Старая бричка скрипела на всю деревню, видимо, из последних сил. Заднее левое колесо ходило ходуном и ворчало: «Да, кривое я! Да, кривое, но я сдюжу – ведь живу вперевалочку уже лет двадцать с гаком». И не лукавила окружность! Правду глаголила. Увещевала: «Но не вздумайте меня ремонтировать – рассыплюсь, - пешком пойдете».
Поднял глаза на березки в палисаднике, что за забором, – бричка подпрыгнула, застонала, зароптала. И я подпрыгнул вместе с ней, но больнее. Любила она это дело: стонать и жаловаться. Березкам, штакетнику, колодцу, петуху на завалинке, кому угодно, но не Деду Трофиму.
Того ничем не проймешь. Закаленный. Сидит как заноза, будто и не слазил с брички, будто не шел по лесу, не подбирал меня там, как гриб подосиновик. Зря я зашелся от страха остаться ночью в лесу. Зря ныл, - лето вроде, а страшно на ночь глядя.
Дед каким-то диковинным способом определил мое местонахождение. Подошел, свесил нос свой, похлопал по плечу. А я сижу тут, на бугре, как редька, красный весь от гостеприимства комаров. Пообещал отпарить в баньке.
Повез, ни разу не оглянулся, ни разу не спросил о самочувствии. Все примечал места для косьбы. А ведь когда зовет яблоки собирать в его саду - то вроде бы разговорчивее.
Лес, угрюмо встретивший повозку, так же угрюмо стал расступаться, отворяя свои, уснувшие вековым сном, хмурые врата, будто деда узнал. А вот дед узнавал каждую травинку, и с каждой разговаривал. Откуда у него такие познания?
Мы ехали по петляющей, заросшей травой дорожке, где едва виднелись две протоптанные полоски по краям.
На выезде у обочины нам повстречались два человека.
-Доброго Вам здоровья! Нашел хлопца? - донеслось от них.
-И вам не хворать, - огрызнулся дед Трофим, и отвернулся, не стал разглагольствовать – раз сидит пацан в бричке - стало быть нашел - чего спрашивать зря.
Мы протарахтели дальше, и вот уже люди, что встретились на пути, стали мизерными, точно деревянные игрушки – взять и подержать на ладони. А еще через минуту - на их месте остались две точки, будто соринки застряли на бескрайнем пространстве полей.
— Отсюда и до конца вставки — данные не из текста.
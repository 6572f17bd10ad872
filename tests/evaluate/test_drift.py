"""Score drift against the baseline: PSI with its null-aware threshold and KS, checked
against scipy and METHODS.md section 9 (J3); drift shows for an immature cohort whose
score distribution moved, before any of its labels arrived."""

from __future__ import annotations

from datetime import timedelta

import numpy as np
import pytest
from scipy import stats
from sqlalchemy.engine import Engine

from plumbwatch.evaluate.drift import PSI_ALPHA, PSI_FLOOR, drift, histogram
from plumbwatch.stats.drift import coarsen_to_reference_quantiles, psi
from plumbwatch.stats.grid import GRID_EDGES, N_BINS, bin_index
from plumbwatch.timefmt import format_instant, parse_instant
from tests.factories import running_service


def test_psi_and_ks_against_scipy_and_the_raw_rows() -> None:
    rng = np.random.default_rng(21)
    for shift, n in ((2.0, 4000), (2.15, 4000), (2.6, 5000)):
        ref, cur = rng.beta(2, 5, n), rng.beta(shift, 5, n)
        metrics, reasons, exceeds = drift(histogram(list(ref)), histogram(list(cur)))
        assert reasons == {}
        # KS: scipy on the raw rows; the grid statistic is a lower bound within the largest
        # one-bin share (plumbwatch.stats.drift.ks_from_counts).
        exact = stats.ks_2samp(ref, cur)
        share = max(np.bincount(bin_index(ref)).max(), np.bincount(bin_index(cur)).max()) / n
        assert metrics["ks_statistic"] <= exact.statistic + 1e-12
        assert exact.statistic - metrics["ks_statistic"] <= share + 1e-12
        # The p-value is scipy's asymptotic one (ks_2samp's formula for large samples) at
        # the grid statistic, so if anything larger than on the raw rows; past an
        # effective size of 1,000, within 0.005 (plumbwatch.stats.drift.ks_from_counts).
        assert metrics["ks_p_value"] == pytest.approx(
            stats.kstwo.sf(metrics["ks_statistic"], round(n / 2)), abs=5e-3
        )
        assert metrics["ks_p_value"] >= exact.pvalue - 5e-3
        # PSI over the reference deciles: the raw-row version (stats.psi, deciles by
        # numpy.quantile) and ours (deciles rounded to grid edges) agree closely.
        assert metrics["psi"] == pytest.approx(psi(ref, cur).psi, abs=0.004)
        # The null-aware threshold: scipy's chi-square quantile of METHODS.md section 9,
        # (1/N + 1/M) chi2_{B-1}, at 1 - 0.01, floored at 0.1 (common practice).
        groups = coarsen_to_reference_quantiles(histogram(list(ref)))
        b = int(groups.max()) + 1
        q = stats.chi2.ppf(1 - PSI_ALPHA, b - 1) * (2 / n)
        assert metrics["psi_threshold"] == pytest.approx(max(q, PSI_FLOOR), rel=1e-12)
        assert exceeds == (metrics["psi"] > metrics["psi_threshold"])
    # J2 (METHODS.md 9): Beta(2, 5) against Beta(2.6, 5), n = 5000 each: D about 0.1568.
    assert metrics["ks_statistic"] == pytest.approx(0.1568, abs=0.02)
    assert exceeds  # a shift that large is drift by any threshold


def test_psi_null_behaviour_matches_the_chi_square_approximation() -> None:
    # METHODS.md J3: with N = M = 2000 and 10 bins the null mean is about
    # (B - 1)(1/N + 1/M) = 0.009 (simulated there: 0.00913) and the 95th percentile
    # 0.0172 against 0.0169 from the approximation.
    rng = np.random.default_rng(3)
    values = []
    for _ in range(400):
        ref, cur = histogram(list(rng.beta(2, 5, 2000))), histogram(list(rng.beta(2, 5, 2000)))
        m, _, exceeds = drift(ref, cur)
        assert not exceeds  # the 0.1 floor is far above the null at this size
        values.append(m["psi"])
    assert np.mean(values) == pytest.approx(0.009, abs=0.0012)
    assert np.quantile(values, 0.95) == pytest.approx(stats.chi2.ppf(0.95, 9) * 0.001, abs=0.0025)


def test_small_samples_need_more_than_a_fixed_cut() -> None:
    # At N = M = 100 the null 99th percentile is about 0.43 (METHODS.md section 9): a fixed
    # 0.25 would flag noise; the threshold follows the sample size.
    rng = np.random.default_rng(5)
    m, _, _ = drift(histogram(list(rng.beta(2, 5, 100))), histogram(list(rng.beta(2, 5, 100))))
    assert m["psi_threshold"] > 0.25
    empty, reasons, flag = drift(None, histogram([0.2]))
    assert empty["psi"] is None and reasons["psi"] == "no_baseline" and not flag
    assert drift(histogram([0.3, 0.4]), np.zeros(N_BINS))[1]["ks_statistic"] == "no_rows"
    assert GRID_EDGES.size == N_BINS + 1


T0 = parse_instant("2026-03-02T00:00:00Z")


def test_drift_shows_for_an_immature_cohort_before_its_labels(engine: Engine) -> None:
    rng = np.random.default_rng(8)
    preds, outs = [], []
    for day in range(13):
        for zone in ("a", "b"):
            shifted = day >= 10 and zone == "a"
            p = rng.beta(4, 3, 150) if shifted else rng.beta(2, 5, 150)
            for i, pi in enumerate(p):
                at = T0 + timedelta(days=day, minutes=int(rng.integers(0, 1440)))
                rid = f"{day}-{zone}-{i}"
                preds.append(
                    {
                        "id": rid,
                        "predicted_at": format_instant(at),
                        "probability": float(pi),
                        "version": "v1",
                        "segments": {"zone": zone},
                    }
                )
                if day < 10:  # the last three days have no label yet
                    outs.append(
                        {
                            "id": rid,
                            "outcome": int(rng.random() < pi),
                            "observed_at": format_instant(at + timedelta(hours=5)),
                        }
                    )
    with running_service(engine) as svc:
        svc.put_model(
            "m",
            {
                "kind": "binary",
                "label_horizon": "P3D",
                "segment_keys": ["zone"],
                "windows": ["P7D"],
            },
        )
        assert svc.post("/v1/models/m/predictions", {"predictions": preds}).status_code == 200
        assert svc.post("/v1/models/m/outcomes", {"outcomes": outs}).status_code == 200
        r = svc.post("/v1/models/m/evaluations", {"as_of": format_instant(T0 + timedelta(days=13))})
        assert r.status_code == 200, r.text
        record = r.json()
    # Baseline: the first matured seven days of v1 (days 0-6); the P7D window holds
    # days 3-9 (matured, unshifted); days 10-12 are immature and unlabelled.
    assert record["baseline"] == {
        "v1": {
            "start": "2026-03-02T00:00:00Z",
            "end": "2026-03-09T00:00:00Z",
            "source": "first_window",
        }
    }
    immature = {e["slice"]: e for e in record["immature"]}
    assert immature["zone:a"]["label_coverage"] == 0.0
    assert immature["zone:a"]["signals"]["score_drift"]
    assert immature["zone:a"]["metrics"]["psi"] > immature["zone:a"]["metrics"]["psi_threshold"]
    assert immature["zone:a"]["metrics"]["ks_p_value"] < 1e-6
    assert not immature["zone:b"]["signals"]["score_drift"]
    assert immature["zone:b"]["metrics"]["ks_p_value"] > 0.001
    matured = {s["slice"]: s for s in record["windows"][0]["slices"]}
    assert not any(s["signals"]["score_drift"] for s in matured.values())
    assert matured["zone:a"]["metrics"]["psi"] < 0.1
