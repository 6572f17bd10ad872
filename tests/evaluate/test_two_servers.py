"""Two real `plumbwatch serve` processes on one database: each model is evaluated once
per tick (leases plus the per-slot check), and no evaluation record is duplicated."""

from __future__ import annotations

import time
from collections import Counter
from pathlib import Path

import httpx
import pytest
import sqlalchemy as sa

from plumbwatch.store.engine import create_engine
from plumbwatch.store.tables import evaluations
from tests import live


def test_each_model_once_per_tick(database_url: str, tmp_path: Path) -> None:
    if not database_url.startswith("postgresql"):
        pytest.skip("replicas share PostgreSQL; SQLite is one server's embedded database")
    token = live.migrate_and_token(database_url)
    env = {"PLUMBWATCH_SCHEDULER": "on", "PLUMBWATCH_EVALUATION_INTERVAL": "PT2S"}
    with live.served(database_url, tmp_path / "a.log", env=env) as a:
        for name in ("late", "claims"):
            live.declare_binary_model(a.url, token, name)
        rows = [
            {"id": f"r{i}", "predicted_at": "2026-01-01T00:00:00Z", "probability": 0.2}
            for i in range(50)
        ]
        r = httpx.post(
            f"{a.url}/v1/models/late/predictions",
            json={"predictions": rows},
            headers={"Authorization": f"Bearer {token}"},
            timeout=30,
        )
        assert r.status_code == 200
        with live.served(database_url, tmp_path / "b.log", env=env):
            time.sleep(9)  # four or five ticks of two seconds on each server
    engine = create_engine(database_url)
    with engine.connect() as conn:
        rows = conn.execute(sa.select(evaluations.c.model_id, evaluations.c.as_of_us)).all()
    engine.dispose()
    per_slot = Counter(rows)
    assert len({m for m, _ in rows}) == 2  # both models were evaluated
    assert len(per_slot) >= 6  # at least three ticks each
    assert max(per_slot.values()) == 1, per_slot  # never twice for one (model, tick)
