"""Per-run false-discovery control across slices: e-BH on current e-values, BH or BY on
the Hosmer–Lemeshow and Spiegelhalter p-values, against hand values and statsmodels."""

from __future__ import annotations

import math

import numpy as np
import pytest
from statsmodels.stats.multitest import multipletests

from plumbwatch.evaluate.fdr import evidence_discoveries, nested, p_value_discoveries

# METHODS.md section 15, H6.
H6_E = (50, 30, 8, 2, 1, 0.5)
H6_P = (0.001, 0.008, 0.039, 0.041, 0.042, 0.060, 0.074, 0.205)
H6_ADJUSTED = (0.008, 0.032, 0.0672, 0.0672, 0.0672, 0.08, 0.0845714, 0.205)


def test_e_bh_matches_the_hand_computed_h6_decision() -> None:
    # e = (50, 30, 8, 2, 1, 0.5) at alpha 0.1 rejects the first two (METHODS.md H6): with
    # m = 6, k* = max{k : e_(k) >= 6 / (0.1 k)} = 2 (30 >= 30, 8 < 20).
    names = [f"zone:z{i}" for i in range(6)]
    found = evidence_discoveries(
        {"v1": {n: math.log(e) for n, e in zip(names, H6_E, strict=True)}}, alpha=0.1
    )
    assert found == [{"version": "v1", "method": "e_bh", "m": 6, "discoveries": names[:2]}]


def test_e_bh_copes_with_huge_evidence() -> None:
    found = evidence_discoveries({"v1": {"overall": 5000.0, "zone:a": 0.0}}, alpha=0.05)
    assert found[0]["discoveries"] == ["overall"]


def entries(names: list[str], p: list[float]) -> list[dict]:
    """Slice entries holding the p-values in order: HL then Spiegelhalter per slice."""
    out = []
    for i, name in enumerate(names):
        out.append(
            {
                "slice": name,
                "metrics": {"hl_p_value": p[2 * i], "spiegelhalter_p_value": p[2 * i + 1]},
            }
        )
    return out


def test_bh_on_disjoint_slices_matches_statsmodels_and_h6() -> None:
    # Four zones of one key do not nest: BH (valid for independent tests).
    names = ["zone:a", "zone:b", "zone:c", "zone:d"]
    fam = p_value_discoveries(entries(names, list(H6_P)), alpha=0.05, window="P7D", version=None)
    assert fam["method"] == "bh" and fam["m"] == 8
    reject, adjusted, _, _ = multipletests(H6_P, alpha=0.05, method="fdr_bh")
    found = {(d["slice"], d["test"]): d["adjusted"] for d in fam["discoveries"]}
    order = [(n, t) for n in names for t in ("hl", "spiegelhalter")]
    assert [key in found for key in order] == list(reject) == [True, True] + [False] * 6
    for key, value in found.items():
        assert value == pytest.approx(adjusted[order.index(key)], rel=1e-12)
        assert value == pytest.approx(H6_ADJUSTED[order.index(key)], rel=1e-6)


def test_by_on_nested_slices_matches_statsmodels() -> None:
    names = ["overall", "region:coast", "region:inland", "region:coast,tier:express"]
    rng = np.random.default_rng(4)
    p = list(np.sort(rng.uniform(0, 0.02, 8)))
    p[3] = 0.0004
    fam = p_value_discoveries(entries(names, p), alpha=0.05, window="P28D", version="v2")
    assert (fam["method"], fam["window"], fam["version"]) == ("by", "P28D", "v2")
    reject, adjusted, _, _ = multipletests(p, alpha=0.05, method="fdr_by")
    order = [(n, t) for n in names for t in ("hl", "spiegelhalter")]
    found = {(d["slice"], d["test"]): d["adjusted"] for d in fam["discoveries"]}
    assert [key in found for key in order] == list(reject)
    assert 0 < len(found) < 8
    for key, value in found.items():
        assert value == pytest.approx(adjusted[order.index(key)], rel=1e-12)


def test_missing_p_values_leave_the_family() -> None:
    rows = entries(["overall"], [0.001, 0.5])
    rows.append({"slice": "zone:a", "metrics": {"hl_p_value": None, "spiegelhalter_p_value": None}})
    fam = p_value_discoveries(rows, alpha=0.05, window="P7D", version=None)
    assert fam["m"] == 2 and fam["method"] == "bh"  # overall alone: nothing nests
    assert p_value_discoveries([], alpha=0.05, window="P7D", version=None)["discoveries"] == []


@pytest.mark.parametrize(
    ("slices", "expected"),
    [
        (["overall"], False),
        (["overall", "zone:a"], True),
        (["zone:a", "zone:b", "tier:x"], False),
        (["region:a,tier:x", "region:b,tier:x"], False),
        (["region:a", "region:a,tier:x"], True),
        (["tier:x", "region:b,tier:x"], True),
        (["region:b", "region:a,tier:x"], False),
    ],
)
def test_nesting(slices: list[str], expected: bool) -> None:
    assert nested(slices) is expected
А еще через неделю я узнал, что дед Трофим умер и велел передать мне березовые веники, что наготовил для зимней бани, а также поручение ходить в ту баньку за двоих. Мы с ним любили зимой париться (летом я был не ходок). А еще через месяц (или два) узнал, что он из репрессированных. Имя Трофим взял себе в память о сгинувшем там друге. Вот откуда у него шрамы, как белые змеи, пролегли на спине, вот откуда поясница болела, вот откуда ни разу не просил пройтись веничком ему по той самой спине.
Любил он баньку. А потом первача под огурчик. Травы заваривал, да пришептывал.
Однажды разбирал старые книжки на чердаке – позвал меня - загрузил полезной литературой со старыми цветными картинками на толстых обложках книг 50-х и 60-х. И зачитал самую главную информацию: "Летописец Геродот посещал баню аж в V в. до н.э., в гостях у племенных общин, населявших Северное Причерноморье".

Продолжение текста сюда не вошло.